---- EXERCISE DATA
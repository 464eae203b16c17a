import * as vscode from 'vscode';
import { ok, open, until } from './harness';

const tabs = () => vscode.window.tabGroups.all.flatMap((group) => group.tabs);
const previewTab = () =>
  tabs().find(({ input }) => input instanceof vscode.TabInputWebview && input.viewType.includes('lanewright.preview'));

export function definePreviewTests(): void {
  describe('the preview', () => {
    it('opens beside the text, follows the active channel, and can be locked', async () => {
      await open('lanes/camera-sled.channel.yaml');
      await vscode.commands.executeCommand('lanewright.openPreviewToSide');
      await until('the preview', () => previewTab()?.label.includes('camera-sled'));
      ok(previewTab()?.group.viewColumn === vscode.ViewColumn.Two, 'it stands beside the text');
      await open('lanes/ejector.channel.yaml');
      await until('the other channel', () => previewTab()?.label.includes('ejector'));
      await vscode.commands.executeCommand('lanewright.togglePreviewLock');
      await until('the lock', () => previewTab()?.label.includes('Locked'));
      await vscode.window.tabGroups.close(previewTab() as vscode.Tab);
    });
  });
}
--------
**WHAT YOU SHOULD DO**. All lines in the listing above from the line containing "const tabs = ()" to the line containing "describe('the preview', ()", inclusive, should be retyped exactly; no other lines should appear.

**TASK OUTPUT**.
const tabs = () => vscode.window.tabGroups.all.flatMap((group) => group.tabs);
const previewTab = () =>
  tabs().find(({ input }) => input instanceof vscode.TabInputWebview && input.viewType.includes('lanewright.preview'));

export function definePreviewTests(): void {
  describe('the preview', () => {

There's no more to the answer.